Ann is an architect, writer, and educator. Believing in the vital exchange between ideas and architecture, thought and action, she has founded her practice on both commissioned work and theoretical projects. Produced independently, and in previous partnership with Guillaume Jullian de la Fuente, her portfolio exhibits a thoroughness of approach -- straightforward and optimistic, yet sophisticated and elegant. Exhibited and published extensively, her work has developed a reputation for the manner in which it poeticizes the intersection between landscape, architecture, culture and technology.

Ann obtained her bachelor of architecture degree from Cornell in 1979 and her master of architecture from Princeton in 1983. In between, she served her professional apprenticeship in Chicago where the craft and technology of building fused with her design and theoretical interests. In the mid eighties, she opened her first professional office in Los Angeles and, after three years in practice there, returned to the east coast where she taught and pract iced at Cornell and MIT for fourteen years.
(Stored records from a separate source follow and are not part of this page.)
"""The fluid-balance chart: an SVG drawn on the server, with no external resources.

Three step lines over time: given so far (solid, circle markers), the target (dashed, square
markers, stepping up with each stool) and measured losses (dotted, triangle markers). Lines
differ by dash pattern and marker shape and carry text labels, never by colour alone.
"""

from __future__ import annotations

from datetime import datetime

from markupsafe import Markup, escape

from clinic_app.clinical.rulebook import RULES
from clinic_app.i18n import _

SERIES = (  # (key, css class, dash pattern, marker)
    ("given_ml", "given", "", "circle"),
    ("target_low", "target", "6 4", "square"),
    ("losses_ml", "losses", "2 3", "triangle"),
)


def _marker(shape: str, x: float, y: float) -> str:
    if shape == "circle":
        return f'<circle cx="{x:.1f}" cy="{y:.1f}" r="3.5"/>'
    if shape == "square":
        return f'<rect x="{x - 3.5:.1f}" y="{y - 3.5:.1f}" width="7" height="7"/>'
    return f'<path d="M{x:.1f} {y - 4.5:.1f} L{x + 4:.1f} {y + 3:.1f} L{x - 4:.1f} {y + 3:.1f} Z"/>'


def _step_path(points: list[tuple[float, float]]) -> str:
    out = []
    for i, (x, y) in enumerate(points):
        if i == 0:
            out.append(f"M{x:.1f} {y:.1f}")
        else:
            out.append(f"H{x:.1f} V{y:.1f}")
    return " ".join(out)


def render(balance: dict, started_at: datetime, now: datetime) -> Markup:
    """The chart for ``monitoring.fluid_balance`` output, from the plan start to ``now``."""
    size = RULES["followup_chart"]
    width, height, margin = size["width"], size["height"], size["margin"]
    series = balance["series"]
    start = started_at.timestamp()
    end = max([now.timestamp(), start + 3600] + [p["at"].timestamp() for p in series])
    top_values = [balance["target_high"] or 0] + [max(p["given_ml"], p["losses_ml"])
                                                   for p in series]
    top = max(max(top_values), 100)

    def x(moment: float) -> float:
        return margin + (moment - start) / (end - start) * (width - 2 * margin)

    def y(ml: float) -> float:
        return height - margin - ml / top * (height - 2 * margin)

    title = _("Fluid balance: given %(given)s ml, target %(target)s ml, losses %(losses)s ml",
              given=balance["given_ml"], target=balance["target_low"] or 0,
              losses=balance["losses_ml"])
    parts = [f'<svg xmlns="http://www.w3.org/2000/svg" class="fluid-chart" role="img" '
             f'viewBox="0 0 {width} {height}" aria-labelledby="chart-title">',
             f'<title id="chart-title">{escape(title)}</title>',
             f'<line class="axis" x1="{margin}" y1="{height - margin}" x2="{width - margin}" '
             f'y2="{height - margin}"/>',
             f'<line class="axis" x1="{margin}" y1="{margin}" x2="{margin}" '
             f'y2="{height - margin}"/>',
             f'<text class="tick" x="{margin - 4}" y="{margin + 4}" text-anchor="end">{top}</text>',
             f'<text class="tick" x="{margin - 4}" y="{height - margin}" text-anchor="end">0</text>']
    base = {"given_ml": 0, "losses_ml": 0, "target_low": balance["plan_volume_ml"] or 0}
    for key, css, dash, shape in SERIES:
        if key == "target_low" and balance["target_low"] is None:
            continue
        points = [(x(start), y(base[key]))] + [(x(p["at"].timestamp()), y(p[key] or 0))
                                               for p in series]
        points.append((x(end), points[-1][1]))
        dash_attr = f' stroke-dasharray="{dash}"' if dash else ""
        parts.append(f'<path class="line {css}" fill="none" d="{_step_path(points)}"{dash_attr}/>')
        parts.append(f'<g class="marks {css}">'
                     + "".join(_marker(shape, px, py) for px, py in points[1:-1]) + "</g>")
    labels = {"given_ml": _("Given"), "target_low": _("Target"), "losses_ml": _("Losses")}
    for i, (key, css, dash, shape) in enumerate(SERIES):
        lx, ly = margin + 8 + i * 95, 14
        dash_attr = f' stroke-dasharray="{dash}"' if dash else ""
        parts.append(f'<line class="line {css}" x1="{lx}" y1="{ly}" x2="{lx + 22}" y2="{ly}"'
                     f'{dash_attr}/><g class="marks {css}">{_marker(shape, lx + 11, ly)}</g>'
                     f'<text class="legend" x="{lx + 26}" y="{ly + 4}">{escape(labels[key])}'
                     f'</text>')
    parts.append("</svg>")
    return Markup("".join(parts))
Since 2007, she has been the Director of the Knowlton School of Architecture at the Ohio State University.

Portfolio projects of note include: Campus Design and first buildings for the Asian University for Women, Chittagong, Bangladesh; house for Dr. Carl Sagan and Ann Druyan, Ithaca; award winning bioclimatic house, Tenerife; several competition prizes and awards (Palos Verdes Art Center, Hotel in Nahuel Huapi Park, Argentina, Jyväskylä Music and Art Center, Finland, Little Bighorn Indian Memorial, Montana, Church and Community Center for the Diocese of Rome, Prototypical Head Start facility, New Congress Hall for Valparaíso, Chile). She has several books, and numerous articles, most recently: Games for Shanghai on the use of game design in design studios, and Innovation Ecotones,’ a paper for an innovative model for education.

She is a regular speaker in many venues, and has strong ties to South America where she has worked for over twenty years, to Asia through Bangladesh, India, China and Singapore, and to Europe. Ann and her late husband, Guillaume Jullian de la Fuente, have one daughter Marianne who this autumn will enter the Integrated Science Program at Princeton.